Yep all good responses.  I try and keep it at 80, but if it goes a little higher its ok as long as it's cured properly.  I've got some corn cob bacon going right now, I just pulled it to rest in the cooler during the heat of the day, and will put it back on around 3-4 this afternoon.


----------



## SmokinAl (Jul 10, 2020)

A pan of ice or frozen wat Er bottles will help, but you want to keep the smoker temp below 100, preferably 90 degrees.
Al


----------



## daveomak (Jul 10, 2020)

Smoke it at night, when it's below 70...  That's my choice...  of course I don't always get my way..  Mommy nature sometimes interferes....


----------



## sawhorseray (Jul 10, 2020)

daveomak said:


> Smoke it at night, when it's below 70...  That's my choice...  of course I don't always get my way..  Mommy nature sometimes interferes....

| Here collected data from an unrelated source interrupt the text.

/**
 * `analyze sensitivity` in the bench: the Checks & measures tab ranks what moves each figure,
 * with its sign; a screenshot at 1280×800 lands in test-results/ to look at.
 */
import { join } from 'node:path';
import { afterAll, beforeAll, describe, expect, inject, it } from 'vitest';
import { RESISTOR_PAIR } from '../../solver/testing/pair-netlist';
import { launchBrowser, RESULTS_DIR, type Browser } from '../support/browser';
import { openWatchedBench, replaceNetlist, waitForPainted } from './bench-support';

let browser: Browser;
beforeAll(async () => {
  browser = await launchBrowser();
});
afterAll(async () => {
  await browser?.close();
});

describe('the sensitivity table', () => {
  it('ranks what moves adm in the Checks & measures tab, the tail resistor near the top', async () => {
    const page = await openWatchedBench(browser.context, inject('baseUrl') + '/bench');
    await replaceNetlist(page, `title  Pair sensitivities\n${RESISTOR_PAIR}analyze sensitivity\nmeasure a0 = db(adm)\n`);
    await waitForPainted(page);
    await page.getByRole('tab', { name: /Checks/ }).click();
    const table = page.getByRole('table', { name: 'Sensitivities of adm, largest first' });
    await table.waitFor();
    const first = await table.locator('tbody tr').first().locator('td').allTextContents();
    expect(first[0]).toBe('1');
    // adm = −gm·(RC ‖ ro), gm = IC/VT, IC ≈ (10 V − VBE)/(2·rtail): the tail resistor and the loads
    // move it most (Sedra & Smith, 7th ed., differential pair, from memory).
    const targets = (await table.locator('tbody tr td:nth-child(2)').allTextContents()).slice(0, 4);
    expect(targets).toContain('rtail');
    await page.getByLabel('What moves').selectOption('a0');
    await expect.poll(() => page.getByRole('table', { name: 'Sensitivities of a0, largest first' }).count()).toBe(1);
    await page.getByLabel('What moves').selectOption('adm');
    await page.screenshot({ path: join(RESULTS_DIR, 'sensitivity-1280x800.png') });
    expect(page.problems).toEqual([]);
    await page.close();
  });
});
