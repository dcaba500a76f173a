/**
 * The Noise and Poles tabs in a real browser, on the demo netlists that ask for them: the
 * resistor-tail pair's noise (the rms figures are the CLI's measures, the bridge resistors lead
 * the contributors) and the cascoded pair's poles, asked for (the table's first pole is the CLI's pole(1));
 * axe finds nothing serious; screenshots at 1280×800 and 1920×1080 land in test-results/.
 */
import { readFileSync } from 'node:fs';
import { join } from 'node:path';
import type { Page } from 'playwright-core';
import { afterAll, beforeAll, describe, expect, inject, it } from 'vitest';
import { solveNetlist } from '../../solver';
import { CASCODED_FOLLOWER } from '../../src/app/bench/examples/cascoded-follower';
import { RESISTOR_TAIL } from '../../src/app/bench/examples/resistor-tail';
import { ROOT } from '../../tools/postgres';
import { launchBrowser, RESULTS_DIR, type Browser } from '../support/browser';
import { openWatchedBench, replaceNetlist, waitForPainted } from './bench-support';

let browser: Browser;
beforeAll(async () => {
  browser = await launchBrowser();
});
afterAll(async () => {
  await browser?.close();
});

const AXE_SOURCE = readFileSync(join(ROOT, 'node_modules/axe-core/axe.min.js'), 'utf8');

/** The serious and critical axe findings on the page (the CSP forbids script tags: evaluated). */
async function axeSerious(page: Page): Promise<string[]> {
  if (!(await page.evaluate(() => 'axe' in window))) await page.evaluate(AXE_SOURCE);
  return page.evaluate(async () => {
    const axe = (window as unknown as { axe: { run: (ctx: Document, o: object) => Promise<{ violations: Array<{ id: string; impact: string; nodes: Array<{ html: string }> }> }> } }).axe;
    const { violations } = await axe.run(document, { resultTypes: ['violations'] });
    return violations.filter((v) => v.impact === 'serious' || v.impact === 'critical').map((v) => `${v.id}: ${v.nodes.map((n) => n.html.slice(0, 120)).join(' | ')}`);
  });
}

async function shots(page: Page, name: string): Promise<void> {
  for (const [width, height] of [[1280, 800], [1920, 1080]]) {
    await page.setViewportSize({ width, height });
    await page.waitForTimeout(200);
    await page.screenshot({ path: join(RESULTS_DIR, `${name}-${width}x${height}.png`) });
  }
  await page.setViewportSize({ width: 1280, height: 800 });
}

/** "11.4 µV" → 1.14e-5: the figure as the panel writes it, in SI base units. */
function volts(text: string): number {
  const m = /^([\d.]+)\s*([pnµm]?)V/.exec(text.trim());
  if (!m) return NaN;
  return Number(m[1]) * { p: 1e-12, n: 1e-9, µ: 1e-6, m: 1e-3, '': 1 }[m[2] as 'p' | 'n' | 'µ' | 'm' | ''];
}

describe('the Noise and Poles tabs', () => {
  it('shows the resistor-tail pair\'s noise as the CLI computes it, the bridge resistors first', { timeout: 120_000 }, async () => {
    const cli = solveNetlist(RESISTOR_TAIL.text.replace(/^measure a0 .*$/m, '$&\nmeasure nout = noise_out_rms()\nmeasure nin = noise_in_rms()'));
    const page = await openWatchedBench(browser.context, inject('baseUrl') + '/bench?example=resistor-tail');
    await page.getByRole('tab', { name: 'Noise' }).click();
    const panel = page.locator('nw-noise-panel');
    const out = panel.locator('[data-figure="out-rms"]');
    await out.waitFor();
    // Three significant figures on screen.
    expect(volts((await out.textContent())!) / cli.measures['nout'] - 1).toBeLessThan(5e-3);
    expect(Math.abs(volts((await panel.locator('[data-figure="in-rms"]').textContent())!) / cli.measures['nin'] - 1)).toBeLessThan(5e-3);
    // The 350 Ω bridge arms dominate: each 45 % of the output noise power (see the CLI's table).
    const firstParts = await panel.locator('table tbody tr').evaluateAll((rows) => rows.slice(0, 2).map((r) => r.textContent ?? ''));
    expect(firstParts.join(' ')).toMatch(/rg[ab].*rg[ab]/s);
    expect(await panel.locator('svg.plot path.curve').count()).toBeGreaterThanOrEqual(2);
    await shots(page, 'noise-tab');
    expect(await axeSerious(page)).toEqual([]);
    expect(page.problems).toEqual([]);
    await page.close();
  });

  it('lists the cascoded pair\'s poles with the CLI\'s dominant pole first, and maps them', { timeout: 120_000 }, async () => {
    // The demo with its poles asked for, and its dominant pole measured.
    const text = CASCODED_FOLLOWER.text.replace(/^analyze vary .*$/m, 'analyze poles').replace(/^measure a0 .*$/m, '$&\nmeasure p1 = pole(1)');
    const cli = solveNetlist(text);
    const page = await openWatchedBench(browser.context, inject('baseUrl') + '/bench?example=cascoded-follower');
    await replaceNetlist(page, text);
    await waitForPainted(page);
    await page.getByRole('tab', { name: 'Poles' }).click();
    const panel = page.locator('nw-poles-panel');
    const table = panel.locator('table');
    await table.waitFor();
    expect(await panel.locator('.summary').textContent()).toMatch(/stable/);
    const firstRow = (await table.locator('tbody tr').filter({ hasText: 'pole 1' }).first().textContent()) ?? '';
    // pole(1) ≈ 14.0 MHz on the demo as written: the table writes it with its unit.
    expect(cli.measures['p1']).toBeGreaterThan(10e6);
    expect(firstRow).toContain(`${(cli.measures['p1'] / 1e6).toFixed(1)}`);
    expect(await panel.locator('svg').first().getAttribute('role')).toBe('img');
    await shots(page, 'poles-tab');
    expect(await axeSerious(page)).toEqual([]);
    expect(page.problems).toEqual([]);
    await page.close();
  });
});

Me too. I do a years worth of lox in January and February. RAY


----------



## thirdeye (Jul 10, 2020)

I like cold smoking in the fall so I can easily dial in 50° to 70°, and I'll cold smoke 4 or 5 hours per day for two consecutive days.   But, I just did a *

 daveomak
*ham and started about 5 am.  I was able to hold 90° to 100° for 6 hours, and I did use a water pan.


----------



## sawhorseray (Jul 10, 2020)

thirdeye said:


> I like cold smoking in the fall so I can easily dial in 50° to 70°, and I'll cold smoke 4 or 5 hours per day for two consecutive days.   But, I just did a *
> 
> daveomak
> *ham and started about 5 am.  I was able to hold 90° to 100° for 6 hours, and I did use a water pan.

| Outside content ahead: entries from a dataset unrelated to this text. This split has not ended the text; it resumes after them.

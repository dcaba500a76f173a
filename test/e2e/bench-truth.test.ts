/**
 * The bench never shows a stale green: the panels show the current text's results whenever its
 * circuit solves (a broken request line drops that request only), fall back on the last result
 * that solved only when the circuit itself does not, and then — as after a cancel — mark every
 * figure as from an earlier version, with no pass in green. And nothing typed is lost to a reload.
 */
import { join } from 'node:path';
import type { Page } from 'playwright-core';
import { afterAll, beforeAll, describe, expect, inject, it } from 'vitest';
import { solveNetlist } from '../../solver';
import type { BjtOp } from '../../solver/result';
import { launchBrowser, RESULTS_DIR, type Browser } from '../support/browser';
import { appendLine, editOnLine, lineStartingWith, pasteNetlist, replaceNetlist, waitForPainted } from './bench-support';

let browser: Browser;
beforeAll(async () => {
  browser = await launchBrowser();
});
afterAll(async () => {
  await browser?.close();
});

/** A resistor-loaded npn pair whose `vq1 > 3` check turns from pass to fail when RC grows. */
const PAIR = [
  'title  Truth pair',
  'model  qn: npn(is=1e-16, beta=100, va=80, cje=1p, cjc=0.5p)',
  'vcc: vsrc(vcc, gnd) 10 V',
  'va:  vsrc(ina, gnd) 0 ac=1',
  'vb:  vsrc(inb, gnd) 0',
  'vee: vsrc(vee, gnd) -10 V',
  'q1:  npn(c=outa, b=ina, e=tail) qn',
  'q2:  npn(c=outb, b=inb, e=tail) qn',
  'rca: res(vcc, outa) 5k',
  'rcb: res(vcc, outb) 5k',
  'rt:  res(tail, vee) 4.65k',
  'ports in=(va, vb) out=(outa, outb)',
  'analyze ac from 10 Hz to 1 GHz per decade 20',
  'measure a0 = db(adm)',
  'measure vq1 = vce(q1)',
  'check a0 >= 40',
  'check vq1 > 3',
  '',
].join('\n');

const STALE_NOTE = 'These figures are from an earlier version of the netlist';

async function openBench(path: string): Promise<Page> {
  const page = await browser.context.newPage();
  await page.goto(inject('baseUrl') + path);
  await page.locator('.cm-content').waitFor();
  await waitForPainted(page);
  return page;
}

/** A bench showing PAIR solved, with both its checks passing. */
async function openPair(): Promise<Page> {
  const page = await openBench('/bench');
  await replaceNetlist(page, PAIR);
  await waitForPainted(page);
  await expect.poll(() => page.locator('nw-results-summary').textContent()).toMatch(/All 2 checks pass/);
  return page;
}

/** The text of the bipolar table's row for a device. */
async function bjtRow(page: Page, name: string): Promise<string> {
  const rows = await page.getByRole('table', { name: 'Bipolar transistors' }).locator('tbody tr').allTextContents();
  const row = rows.find((r) => r.trim().startsWith(name));
  if (!row) throw new Error(`no row for ${name}: ${rows.join(' | ')}`);
  return row.replace(/\s+/g, ' ');
}

/** Green pass chips anywhere in the results (summary verdict or tags in any open panel). */
async function greenPasses(page: Page): Promise<number> {
  return page.locator('nw-results-panels .verdict.pass, nw-results-panels .tag.pass').count();
}

describe('the bench shows the current text\'s results', () => {
  it('shows the new VCE and the new pass/fail when a value changes while a measure line is broken', async () => {
    const page = await openPair();
    const summary = page.locator('nw-results-summary');

    // A half-written measure first, then 5k → 9k on the collector load of q1.
    await appendLine(page, 'measure broken = vce(q9)');
    await waitForPainted(page);
    await editOnLine(page, await lineStartingWith(page, 'rca:'), '5k', '9k');
    await waitForPainted(page);

    // The solver on this very text: the circuit solves, the measure line alone is refused.
    const text = await page.evaluate(() => [...document.querySelectorAll('.cm-line')].map((l) => l.textContent).join('\n'));
    const expected = solveNetlist(text);
    expect(expected.errors.map((e) => e.line)).toEqual([text.split('\n').indexOf('measure broken = vce(q9)') + 1]);
    const q1 = expected.op!.devices['q1'] as BjtOp;
    // VCE = VCC − IC·RC − V(tail): about 10 − 9k·1 mA + 0.7 ≈ 1.7 V, against ≈ 5.7 V at 5k (common practice).
    expect(q1.vce).toBeGreaterThan(1);
    expect(q1.vce).toBeLessThan(3);

    await expect.poll(() => bjtRow(page, 'q1')).toContain(`${q1.vce.toPrecision(3)} V`);
    await expect.poll(() => summary.textContent()).toMatch(/1 of 2 checks fail/);
    expect(await page.locator('.stale-note').count()).toBe(0);
    expect(await page.locator('.panels.stale').count()).toBe(0);
    expect(await page.locator('nw-problems-list').textContent()).toMatch(/q9/);

    await page.getByRole('tab', { name: /Checks/ }).click();
    const failing = page.locator('nw-checks-panel .row.failing');
    await expect.poll(() => failing.count()).toBe(1);
    expect(await failing.textContent()).toContain('vq1 > 3');
    await page.screenshot({ path: join(RESULTS_DIR, 'bench-truth-request-error.png') });
    await page.close();
  });

  it('says q1 and q2 are saturated when the tail resistor is typed in milliohms', async () => {
    const page = await openBench('/bench?example=resistor-tail');
    const summary = page.locator('nw-results-summary');
    await expect.poll(() => summary.textContent()).toMatch(/All 5 checks pass/);
    await expect.poll(() => page.locator('nw-bias-panel').textContent()).toMatch(/All \d+ devices in their intended regions/);

    await editOnLine(page, await lineStartingWith(page, 'param  rt'), '1.8k', '4.65m');
    await waitForPainted(page);

    const bias = page.locator('nw-bias-panel');
    await expect.poll(() => bias.textContent()).toMatch(/q1: saturated/);
    expect(await bias.textContent()).toMatch(/q2: saturated/);
    expect(await bias.textContent()).not.toMatch(/intended regions/);
    expect(await bjtRow(page, 'q1')).toMatch(/saturated/);
    // The problems list and the panel agree, and no green is left from the 1.8k result.
    expect(await page.locator('nw-problems-list').textContent()).toMatch(/q1 is saturated/);
    expect(await summary.textContent()).not.toMatch(/checks pass/);
    expect(await greenPasses(page)).toBe(0);
    await page.screenshot({ path: join(RESULTS_DIR, 'bench-truth-saturated.png') });
    await page.close();
  });
});

describe('figures from an earlier version are marked', () => {
  it('marks the panels stale when a long solve is cancelled, with no green chip', async () => {
    const page = await openPair();
    const summary = page.locator('nw-results-summary');
    expect(await greenPasses(page)).toBeGreaterThan(0);

    // 18 001 frequency points over a 40-section RC ladder: seconds of work, well past the 300 ms threshold.
    const ladder = Array.from({ length: 40 }, (_, k) => `rl${k}: res(${k === 0 ? 'outa' : `l${k - 1}`}, l${k}) 1k\ncl${k}: cap(l${k}, gnd) 1p`).join('\n');
    await pasteNetlist(page, PAIR.replace('per decade 20', 'per decade 2000').replace('from 10 Hz', 'from 1 Hz') + ladder + '\n');
    const cancel = page.getByRole('button', { name: 'Cancel the solve' });
    await cancel.waitFor({ timeout: 10_000 });
    await cancel.click();
    await expect.poll(() => summary.textContent()).toMatch(/Solve cancelled/);

    const panels = page.locator('nw-results-panels .panels');
    expect(await panels.getAttribute('class')).toMatch(/\bstale\b/);
    const note = page.locator('nw-results-panels .stale-note');
    expect(await note.textContent()).toContain(STALE_NOTE);
    expect(await panels.getAttribute('aria-describedby')).toBe(await note.getAttribute('id'));
    expect(await summary.textContent()).toMatch(/2 of 2 checks passed in an earlier version/);
    expect(await greenPasses(page)).toBe(0);
    expect(await page.locator('nw-bias-panel .all-good .tag.stale').count()).toBe(1);
    await page.screenshot({ path: join(RESULTS_DIR, 'bench-truth-cancelled.png') });

    await page.getByRole('tab', { name: /Checks/ }).click();
    await page.locator('nw-checks-panel .row').first().waitFor();
    expect(await page.locator('nw-checks-panel .tag.stale').count()).toBe(3); // the summary and both rows
    expect(await greenPasses(page)).toBe(0);
    await page.close();
  });

  it('falls back on the last result that solved, marked, when the circuit has an error', async () => {
    const page = await openPair();
    await editOnLine(page, await lineStartingWith(page, 'rt:'), '4.65k', '4.65meg');
    await waitForPainted(page);
    await expect.poll(() => page.locator('nw-results-summary').textContent()).toMatch(/last result that solved/);
    expect(await page.locator('nw-results-panels .stale-note').textContent()).toContain(STALE_NOTE);
    expect(await greenPasses(page)).toBe(0);
    await page.close();
  });
});

describe('nothing typed is lost', () => {
  it('keeps text typed just before a reload', async () => {
    const page = await openBench('/bench');
    await replaceNetlist(page, PAIR.replace('Truth pair', 'Typed, then reloaded at once'));
    await page.reload();
    await page.locator('.cm-content').waitFor();
    await expect.poll(() => page.locator('.cm-content').textContent()).toContain('Typed, then reloaded at once');
    expect(await page.locator('.cm-content').textContent()).toContain('check vq1 > 3');
    await page.close();
  });
});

Yeah, living in the dessert area limits what you can do and when you can do it. It was 86º when I got out of bed at five this morning, too hot to even bring my dog to the park for a run. I'm smoking a rack of spares right now in my Pro 100 electric because I didn't want to have to babysit my stick burner all day, it's 106º in the shade of my patio right now around 1:30. Been in the pool a lot today, actually, every day for the last six weeks. RAY


----------



## thirdeye (Jul 10, 2020)

I live at 5400'.....,So cool mornings happen each day.  But Wyoming is actually a high plains desert. It's not all Jellystone and Teton National Park. Breaking 100° happens, but rare.  A backyard pool would be handy, and could double as a skating rink from December to March.


----------



## daveomak (Jul 10, 2020)

sawhorseray said:


> Me too. I do a years worth of lox in January and February. RAY



I can't do a years worth of lox...   It would be gone in 1 week....


----------



## sawhorseray (Jul 10, 2020)

thirdeye said:


> I live at 5400'.....,So cool mornings happen each day.  But Wyoming is actually a high plains desert. It's not all Jellystone and Teton National Park. Breaking 100° happens, but rare.  A backyard pool would be handy, and could double as a skating rink from December to March.




I know Wyoming fairly well, we fish Flaming Gorge on that side every summer. And yes it does get hot there, at least around Green River. Way way way too cold for my old arthritic hands, shoulders, and back during winter. It hurts here in AZ, I'd hate to think of the pain there. RAY


----------



## Steve H (Jul 11, 2020)

Got up early....again. Bacon has been in the smoker for 2 hours now. Going for 12 hours of smoke.


----------



## Steve H (Jul 15, 2020)

After 18 hours of smoke and let it set 2 days.








And of course I just had to cook up the trimmings!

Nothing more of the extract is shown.